Susan Reads: The Riddle of the Labyrinth by Margalit Fox

Every now and then a book comes along and all you can say is, “WOW!”

That’s my reaction to The Riddle of the Labyrinth: The Quest to Crack an Ancient Code, by Margalit Fox.

Ever hear of the minotaur, the half-man, half bull that lived in the center of the labyrinth, built by King Minos on ancient Crete?  As with most myths, this was one of those partly based on fact.  There was a palace of Knossos, on ancient Crete (which lies in the middle of the Mediterranean), and there was a King Minos, although the name seems to have been a general title, not a specific person. His palace was huge, hundreds of rooms built, well, in a maze-like fashion. For reasons unknown, the palace burned down sometime between 1450 and 1400 BCE, or about 3400 years ago, and that marked the end of the great Minoan civilization. And this we know for fact because Arthur Evans dug up the palace in Heraklion, Crete, in 1900.

And he found a storeroom.

With more than 2000 written clay tablets, baked by fire, still sitting there.

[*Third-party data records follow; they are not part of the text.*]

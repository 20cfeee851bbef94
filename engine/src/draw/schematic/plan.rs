//! The single-ended gain stage as the drawing places it: for its amplifier, which input the
//! sensor feeds (drawn on the signal line) and which is the other; the series path to it
//! from the sensor terminal (or from a front end's output); the legs hanging from each input
//! line (a part or a chain of two to a rail or ground, or one part to a node tied to rails
//! and ground by several parts — a reference divider with its bypass); the feedback parts.
//! Found by role (`by_role`), or by shape for circuits without roles (`by_shape`); what
//! neither places is left for the fallback area. Also the small helpers every block uses.

use crate::circuit::Part;

/// One part of a chain, drawn from node `from` to node `to`.
#[derive(Debug, Clone)]
pub(super) struct Step {
    pub(super) part: usize,
    pub(super) from: String,
    pub(super) to: String,
}

/// A column hanging from an input line: parts in series to a rail or ground, or one part to
/// a node tied to rails and ground by several parts (a reference divider and its bypass).
#[derive(Debug, Clone)]
pub(super) struct Leg {
    pub(super) steps: Vec<Step>,
    pub(super) end: String,
    pub(super) block: Option<Vec<Step>>,
}

/// Where each part of the gain stage goes.
#[derive(Debug, Clone, Default)]
pub(super) struct Plan {
    pub(super) amp: Option<usize>,
    pub(super) inp: String,
    pub(super) inn: String,
    pub(super) out: String,
    /// The input the sensor feeds (drawn on the signal line) and the other one.
    pub(super) top: String,
    pub(super) bottom: String,
    /// Where the series path starts: the sensor terminal, or a buffer's output.
    pub(super) start: String,
    /// A series path joins `start` to `top`.
    pub(super) connected: bool,
    pub(super) series: Vec<Step>,
    pub(super) top_legs: Vec<Leg>,
    pub(super) bottom_legs: Vec<Leg>,
    pub(super) feedback: Vec<usize>,
}

/// A supply rail: a bench source from `node` to ground.
#[derive(Debug, Clone)]
pub(super) struct Rail {
    pub(super) node: String,
    pub(super) name: String,
    pub(super) volts: f64,
    pub(super) part: usize,
}

pub(super) fn has(p: &Part, n: &str) -> bool {
    p.nodes.iter().any(|x| x == n)
}

pub(super) fn other(p: &Part, n: &str) -> String {
    p.nodes.iter().find(|x| *x != n).cloned().unwrap_or_else(|| n.to_string())
}

/// A resistor or capacitor to build, with two nodes.
#[cfg(feature = "shape-fallback")]
pub(super) fn plain(p: &Part) -> bool {
    !p.bench
        && p.nodes.len() == 2
        && matches!(p.kind, crate::circuit::PartKind::Resistor | crate::circuit::PartKind::Capacitor)
}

But what script was it? It wasn’t Egyptian hieroglyphics. It wasn’t Phoenician. It was too old for Ancient Greek. Unraveling the mystery would shed light on Bronze-age European civilization.  Scholars worked on it for years, including one Antiquities professor of Brooklyn College, Alice Kober. Kober, with incredible intelligence, scientific method, and a knack for languages that was almost frightening, through extreme perseverance managed to work out the basics, realizing that the mysterious language – known as Linear B – was written left to right, had different endings for masculine and feminine, and was a syllabary – a language where each symbol (read ‘letter’, if you wish) stood for a syllable of a word, not an individual letter, much like Japanese kana does. Kober poured her life into decoding the script. She came very close, but died before she could finish it.

Enter Michael Ventris, a quirky little upstart twenty years younger, a lonely child prodigy who, like Kober, mastered languages the way a sponge absorbs water (because everyone should know ancient Hittite and Etruscan). Ventris had been intrigued by Linear B since he was 14, if not outright obsessed.  Untrained (he went to a trade school to become an architect, but never took a college class at all), he corresponded with some of the greatest scholars of ancient civilizations, read Kober’s papers, put ideas together, sometimes wrong but sometimes right, and just 18 months – 18 heartbreaking months after Kober’s death, broke through the code of Linear B – a writing system native to Crete, but bent to write an ancient Greek dialect 400 years older than Greek was thought to be. The discoveries of other, similar tablets also written in Linear B on the mainland of Greece and surrounding territories corroborated the information. A whole new era in historical understanding was broken open, and the timeline for civilization had to be pushed back to accommodate it.

This book reads like a fascinating detective novel.  I could not put it down.  It’s like watching the film of Titanic – you know the ending, but you’re gripping your seat the entire time anyway. Fox’s style is extremely easy to follow and to read – she drops little hints about what’s to come and then speeds ahead, and you can’t stop reading.  If you love ancient history, if you love languages, cryptology, biographies of women in science or just a really good story, then read this book. It was truly a pleasure to read it.